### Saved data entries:
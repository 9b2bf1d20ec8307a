"""Which figures a measurement has, each with a title and a text for those who can't see it; one figure a file.

Every drawing function takes axes and returns them; nothing is computed but scales and places on the page.
"""

from __future__ import annotations

from collections.abc import Iterator
from dataclasses import dataclass
from typing import Any

from ..records import Measurement
from .figure_amplitude import amplitude_figure
from .figure_budget import budget_figure
from .figure_period import period_figure
from .figure_spectrum import spectrum_figure
from .figure_stopwatch import stopwatch_figure
from .figure_swing import swing_figure
from .figure_timing import timing_figure
from .look import our_settings, save


@dataclass(frozen=True)
class Drawing:
    """A figure by its file name, what it is called on a page, and what it shows in words."""

    name: str
    title: str
    description: str
    figure: Any


def drawings(measurement: Measurement) -> tuple[Drawing, ...]:
    """All figures for which the measurement has something to draw, in the order of a reader's questions."""
    with our_settings():
        return tuple(_drawings(measurement))


def all_figures(measurement: Measurement) -> dict[str, Any]:
    """Matplotlib figures by name: swing, amplitude, period-amplitude, spectrum, timing, budget, stopwatch."""
    return {drawing.name: drawing.figure for drawing in drawings(measurement)}


def figure_files(measurement: Measurement) -> dict[str, bytes]:
    """All figures that the measurement has, as file name → bytes, PNG and SVG of each."""
    return {
        f"{drawing.name}.{kind}": save(drawing.figure, kind)
        for drawing in drawings(measurement)
        for kind in ("png", "svg")
    }


def _drawings(measurement: Measurement) -> Iterator[Drawing]:
    swing, inertia, stopwatch, path = (
        measurement.swing,
        measurement.inertia,
        measurement.stopwatch,
        measurement.path,
    )
    if swing is not None:
        yield Drawing(
            "swing",
            "The swing, its fit and what is left",
            "Upper part: the measured swing as points and the fitted swing as a line against time. "
            "Lower part: measured less fitted on the same time axis.",
            swing_figure(swing.trace),
        )
        yield Drawing(
            "amplitude",
            "Amplitude against time",
            f"The swing against time inside the fitted amplitude, which falls by {swing.damping_law} damping.",
            amplitude_figure(swing),
        )
        yield Drawing(
            "period-amplitude",
            "Period against amplitude",
            "The period of each single cycle as points against its amplitude"
            + ("" if swing.law is None else f", the exact law of the {swing.law.name} suspension as a line")
            + ", and the period of small swings at zero amplitude.",
            period_figure(swing),
        )
        others = ", ".join(mode.kind for mode in swing.other_modes)
        yield Drawing(
            "spectrum",
            "What else moved",
            "Amplitude spectrum of the residual on logarithmic axes; a line marks the swing's own frequency"
            + (f", dashed lines mark: {others}." if others else "; no other motion was found."),
            spectrum_figure(swing),
        )
    if path is not None and path.t_s.size > 1:
        yield Drawing(
            "timing",
            "Timing of the frames",
            "The interval before each frame against time in the clip, with the median as a line; gaps are crossed.",
            timing_figure(path),
        )
    if inertia is not None and inertia.budget:
        yield Drawing(
            "budget",
            "Where the uncertainty comes from",
            "Bars of each input's share of the variance of the moment of inertia, the largest on top; "
            "the table of inputs has the same numbers.",
            budget_figure(inertia.budget),
        )
    if stopwatch is not None:
        clip_period = None if swing is None else swing.period_in_clip
        yield Drawing(
            "stopwatch",
            "Stopwatch against clip" if swing is not None else "Stopwatch runs",
            "The period of each hand-timed run as a point, with bands for the mean of the runs"
            + (" and the clip's own period." if swing is not None else "."),
            stopwatch_figure(stopwatch, clip_period),
        )
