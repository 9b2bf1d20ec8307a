"""Terminal pages of combined results, tensors and solids.

The records come from stage 3, which this folder does not import: `CombinedResult` (inertia/combine.py), `TensorResult`
(inertia/tensor.py) and `SolidResult` (inertia/solids_result.py).
"""

from __future__ import annotations

from collections.abc import Sequence
from typing import Any

from ..records import Quantity
from .layout import advice_lines, clean, columns, doubt_lines, short, table
from .rounding import bare, deviation, percent, rounded, show
from .text import causes
from .units import second_moment_unit


def combined_text(result: Any) -> str:
    """One answer of several runs: the moment, the runs, what dominates, what to do next."""
    unit, scale = second_moment_unit(result.moment.value)
    rows = [
        (
            f"moment by {result.method.replace('-', ' ')}",
            f"{show(result.moment, 'kg m²', k=result.k)}   (k = {result.k:.2f}, about 95 %)",
        ),
        ("", show(result.moment, unit, scale=scale, k=result.k)),
        ("article", result.article),
        ("about", result.about),
        *((item.name, f"{show(item.quantity)}   ({item.meaning})") for item in result.by_products),
    ]
    if result.consistency.birge is not None:
        rows.append(("consistency", consistency_words(result.consistency)))
    rows.append(("doubt comes from", causes(result.budget, 4)))
    return _page([table(rows), "", *_run_lines(result.runs)], result)


def tensor_text(result: Any) -> str:
    """The inertia matrix about the centre of mass, its principal moments and axes."""
    power, cells = _matrix_cells(result.matrix)
    lines = [
        f"inertia matrix of {clean(result.article)} about the centre of mass, {power}kg m² (± one standard uncertainty)",
        *columns(["", "x", "y", "z"], [[name, *row] for name, row in zip("xyz", cells, strict=True)]),
        "",
        "principal moments (about 95 %) and their axes",
    ]
    for axis in result.principal:
        sure = (
            "not told apart"
            if axis.direction_u_rad is None
            else f"± {bare(axis.direction_u_rad * 57.29578, 2, '°')}"
        )
        lines.append(f"  {show(axis.moment, 'kg m²', k=axis.k)}   along {_direction(axis.direction)} {sure}")
    lines += [
        "",
        table(
            [
                ("consistency", consistency_words(result.consistency)),
                ("condition of the axes", f"{bare(result.condition, 2)} (1.6 at best)"),
                (
                    "next axis",
                    f"{_direction(result.next_axis.axis)} takes {percent(result.next_axis.gain, decimals=0)} off",
                ),
            ]
        ),
        "",
        *_run_lines(result.runs),
    ]
    return _page(lines, result)


def solids_text(result: Any) -> str:
    """What an assembly of solids amounts to."""
    centre = ", ".join(rounded(1e3 * part.value, 1e3 * part.u)[0] for part in result.centre)
    unit, scale = second_moment_unit(result.moment.value)
    rows = [
        ("expected moment", f"{show(result.moment, 'kg m²', k=result.k)}   (k = {result.k:.2f}, about 95 %)"),
        ("", show(result.moment, unit, scale=scale, k=result.k)),
        ("about", result.about),
        ("mass", show(result.mass)),
        ("centre of mass", f"({centre}) mm"),
        ("principal moments", ", ".join(bare(moment, 4) for moment, _ in result.principal) + " kg m²"),
        ("doubt comes from", causes(result.budget)),
    ]
    body = [
        [short(part.name, 24), part.kind, show(part.mass), bare(part.moment, 4), percent(part.share)]
        for part in result.parts
    ]
    lines = [
        table(rows),
        "",
        *columns(["part", "kind", "mass", "moment, kg m²", "share"], body, left=(0, 1)),
    ]
    for item in result.comparisons:
        verdict = "agrees" if item.agrees else "does not agree"
        lines.append(
            f"  measured {item.what}: {show(item.measured)}, E_n = {bare(item.normalised_error, 2)}: {verdict}"
        )
    return "\n".join(lines) + "\n" + doubt_lines(result.doubts)


def consistency_words(consistency: Any) -> str:
    """What the scatter of the runs says of their claims."""
    if consistency.birge is None:
        return "nothing left over to judge the scatter by"
    added = (
        ""
        if not consistency.extra_relative_u
        else f"; {percent(consistency.extra_relative_u, decimals=2)} a run was added"
    )
    return f"Birge ratio {bare(consistency.birge, 2)} with {consistency.dof} degrees of freedom{added}"


def _run_lines(runs: Sequence[Any]) -> list[str]:
    body = [
        [
            short(run.name, 26),
            run.role,
            show(run.period),
            show(run.moment),
            "" if run.deviation is None else deviation(run.deviation),
        ]
        for run in runs
    ]
    return columns(["run", "role", "period, ± u", "moment alone, ± u", "deviation"], body, left=(0, 1))


def _matrix_cells(matrix: Sequence[Sequence[Quantity]]) -> tuple[str, list[list[str]]]:
    """Elements of a matrix with one power of ten for all, so that they can be compared at sight."""
    largest = max(abs(element.value) for row in matrix for element in row)
    if largest >= 1e-2:
        power, scale = "", 1.0
    else:
        power, scale = ("10⁻³ ", 1e3) if largest >= 1e-5 else ("10⁻⁶ ", 1e6)
    return power, [
        [" ± ".join(rounded(element.value * scale, element.u * scale)).replace("-", "−") for element in row]
        for row in matrix
    ]


def _direction(axis: Sequence[float]) -> str:
    return "(" + ", ".join(f"{part:+.4f}" for part in axis).replace("-", "−") + ")"


def _page(lines: list[str], result: Any) -> str:
    lines += advice_lines(result.advice)
    return "\n".join(lines) + "\n" + doubt_lines(result.doubts)
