"""The plan of a rig and its clip as a terminal page and as figures.

The record, `Plan`, comes from inertia/planning.py, which this folder does not import.
"""

from __future__ import annotations

from typing import Any

from .layout import Rows, doubt_lines, table
from .rounding import bare, percent, show
from .text import causes
from .units import shown_in


def plan_text(plan: Any) -> str:
    """What rig to build, what clip to film, what to expect."""
    expected, given = plan.expected, plan.rig.suspension.dimensions
    reached = percent(expected.k * expected.moment.relative_u, decimals=2)
    verdict = "goal met" if plan.met else plan.standing_in_the_way
    rows: Rows = [
        ("expect", f"moment known to {reached} (k = {expected.k:.2f}, about 95 %); {verdict}"),
        ("", show(expected.moment, "kg m²", k=expected.k)),
        ("doubt comes from", causes(expected.budget)),
        ("strings", ", ".join(f"{key.replace('_', ' ')} {show_limits(q)}" for key, q in given.items())),
        (
            "periods",
            f"swing {bare(plan.period_s, 3, 's')}, sway {bare(plan.sway_period_s, 3, 's')}",
        ),
        ("start at", f"{bare(plan.amplitude_rad * shown_in('rad', 1.0)[1], 1)}° to either side"),
        (
            "clip",
            f"{bare(plan.clip_s, 2, 's')}, some {plan.clip_s / plan.period_s:.0f} swings",
        ),
        ("camera", f"{bare(plan.distance_m, 2, 'm')} away, looking along the swing axis"),
        (
            "dot",
            f"{bare(1e3 * plan.dot_diameter_m, 2, 'mm')} across, {bare(1e3 * plan.dot_radius_m, 3, 'mm')} from the axis: "
            f"{bare(plan.dot_diameter_px, 2, 'px')} in the picture",
        ),
    ]
    return table(rows) + "\n" + doubt_lines(plan.doubts, most=10)


def show_limits(length: Any) -> str:
    """A length to be built, in mm, without its uncertainty: that comes with measuring it."""
    return bare(1e3 * length.value, 4, "mm")


def plan_figures(plan: Any) -> dict[str, bytes]:
    """Files plan-rig and plan-clip, PNG and SVG: u(I) over spacing and length, u(T) over the length of the clip."""
    from .figure_plan import plan_clip_figure, plan_rig_figure
    from .look import our_settings, save

    with our_settings():
        drawn = {"plan-rig": plan_rig_figure(plan), "plan-clip": plan_clip_figure(plan)}
    return {f"{name}.{kind}": save(figure, kind) for name, figure in drawn.items() for kind in ("png", "svg")}
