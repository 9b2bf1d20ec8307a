"""The inertia matrix drawn on its axes: the article's frame, the axes that were swung about, the principal axes.

A parallel projection, looking from above and to one side; lengths of principal axes go with √(moment), so that the
three ellipses are sections of the surface n·J·n = const turned inside out: long where the article is hard to turn.
"""

from __future__ import annotations

import math
from typing import Any

import numpy as np

from ..records import Floats
from .look import DATA, FAINT, FIT, INK, THIRD, key, new_figure, plain
from .rounding import show

AZIMUTH, HEIGHT = (
    math.radians(35.0),
    math.radians(24.0),
)  # of the eye; no two axes of the frame then fall together
PRINCIPAL = ((FIT, "-"), (DATA, "--"), (THIRD, ":"))


def axes_figure(result: Any) -> Any:
    """`draw_axes` as a figure of its own."""
    figure = new_figure((5.4, 5.2))
    draw_axes(figure.subplots(), result)
    return figure


def principal_figure(result: Any) -> Any:
    """`draw_principal` as a figure of its own."""
    figure = new_figure((5.4, 2.6))
    draw_principal(figure.subplots(), result)
    return figure


def draw_axes(ax: Any, result: Any) -> Any:
    """Directions in the article's frame, in one picture; all pass through the centre of mass."""
    for name, unit in zip("xyz", np.eye(3), strict=True):
        tip = project(1.18 * unit)
        ax.plot([0.0, tip[0]], [0.0, tip[1]], "-", color=FAINT, lw=1.0)
        ax.annotate(
            name,
            tip,
            xytext=_outward(tip, 8),
            textcoords="offset points",
            ha="center",
            va="center",
            color=INK,
        )
    for number, axis in enumerate(result.axes, start=1):
        direction = np.asarray(axis, dtype=np.float64)
        ends = np.array([project(-0.8 * direction), project(0.8 * direction)])
        ax.plot(
            ends[:, 0],
            ends[:, 1],
            "-",
            color=INK,
            lw=0.7,
            alpha=0.55,
            label="axes swung about" if number == 1 else None,
        )
        ax.annotate(
            str(number),
            ends[1],
            xytext=_outward(ends[1], 6),
            textcoords="offset points",
            ha="center",
            va="center",
            fontsize=8,
            color=INK,
        )
    lengths = _lengths(result.principal)
    vectors = [
        length * np.asarray(axis.direction) for length, axis in zip(lengths, result.principal, strict=True)
    ]
    for (colour, dash), vector, axis in zip(PRINCIPAL, vectors, result.principal, strict=True):
        ends = np.array([project(-vector), project(vector)])
        ax.plot(
            ends[:, 0], ends[:, 1], dash, color=colour, lw=2.6, label=show(axis.moment, "kg m²", k=axis.k)
        )
    turn = np.linspace(0.0, 2.0 * math.pi, 91)
    for i, j in ((0, 1), (1, 2), (0, 2)):
        ring = np.array([project(math.cos(a) * vectors[i] + math.sin(a) * vectors[j]) for a in turn])
        ax.plot(ring[:, 0], ring[:, 1], "-", color=FAINT, lw=0.7)
    ax.set_aspect("equal")
    ax = plain(ax, "directions through the centre of mass, in the article's frame (no unit)", "")
    ax.set_xticks([])
    ax.set_yticks([])
    for side in ("left", "bottom"):
        ax.spines[side].set_visible(False)
    ax.margins(0.08)
    key(ax, loc="lower left", bbox_to_anchor=(0.0, 1.0), ncols=2, borderaxespad=0.2)
    return ax


def draw_principal(ax: Any, result: Any) -> Any:
    """The three principal moments with ± U."""
    names = ("smallest", "middle", "largest")
    for place, ((colour, _), axis) in enumerate(zip(PRINCIPAL, result.principal, strict=True)):
        ax.barh([2 - place], [axis.moment.value], height=0.5, color=colour)
        ax.errorbar(
            [axis.moment.value],
            [2 - place],
            xerr=[axis.k * axis.moment.u],
            fmt="none",
            ecolor=INK,
            capsize=4,
            lw=1.4,
        )
    ax.set_yticks([2, 1, 0], names)
    ax.set_xlim(left=0.0)
    return plain(ax, "principal moment, kg m² (± U at about 95 %)", "")


def project(point: Floats) -> Floats:
    """A point (3,) in the article's frame on the page (2,): x to the right and towards the reader, z up."""
    x, y, z = point
    right = -math.sin(AZIMUTH) * x + math.cos(AZIMUTH) * y
    away = math.cos(AZIMUTH) * x + math.sin(AZIMUTH) * y
    return np.array([right, math.cos(HEIGHT) * z - math.sin(HEIGHT) * away])


def _lengths(principal: Any) -> list[float]:
    largest = max(axis.moment.value for axis in principal)
    return [math.sqrt(max(axis.moment.value, 0.0) / largest) if largest > 0.0 else 1.0 for axis in principal]


def _outward(place: Floats, by: float) -> tuple[float, float]:
    size = float(np.hypot(*place)) or 1.0
    return float(by * place[0] / size), float(by * place[1] / size)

### WORK TASK:
Restate verbatim the first line above and all lines after it through the line containing "from .figure_timing import timing_figure"; omit the rest.

### RESULT FOR THIS TASK:
repository 9b2bf1d20ec8307a
"""Which figures a measurement has, each with a title and a text for those who can't see it; one figure a file.

Every drawing function takes axes and returns them; nothing is computed but scales and places on the page.
"""

from __future__ import annotations

from collections.abc import Iterator
from dataclasses import dataclass
from typing import Any

from ..records import Measurement
from .figure_amplitude import amplitude_figure
from .figure_budget import budget_figure
from .figure_period import period_figure
from .figure_spectrum import spectrum_figure
from .figure_stopwatch import stopwatch_figure
from .figure_swing import swing_figure
from .figure_timing import timing_figure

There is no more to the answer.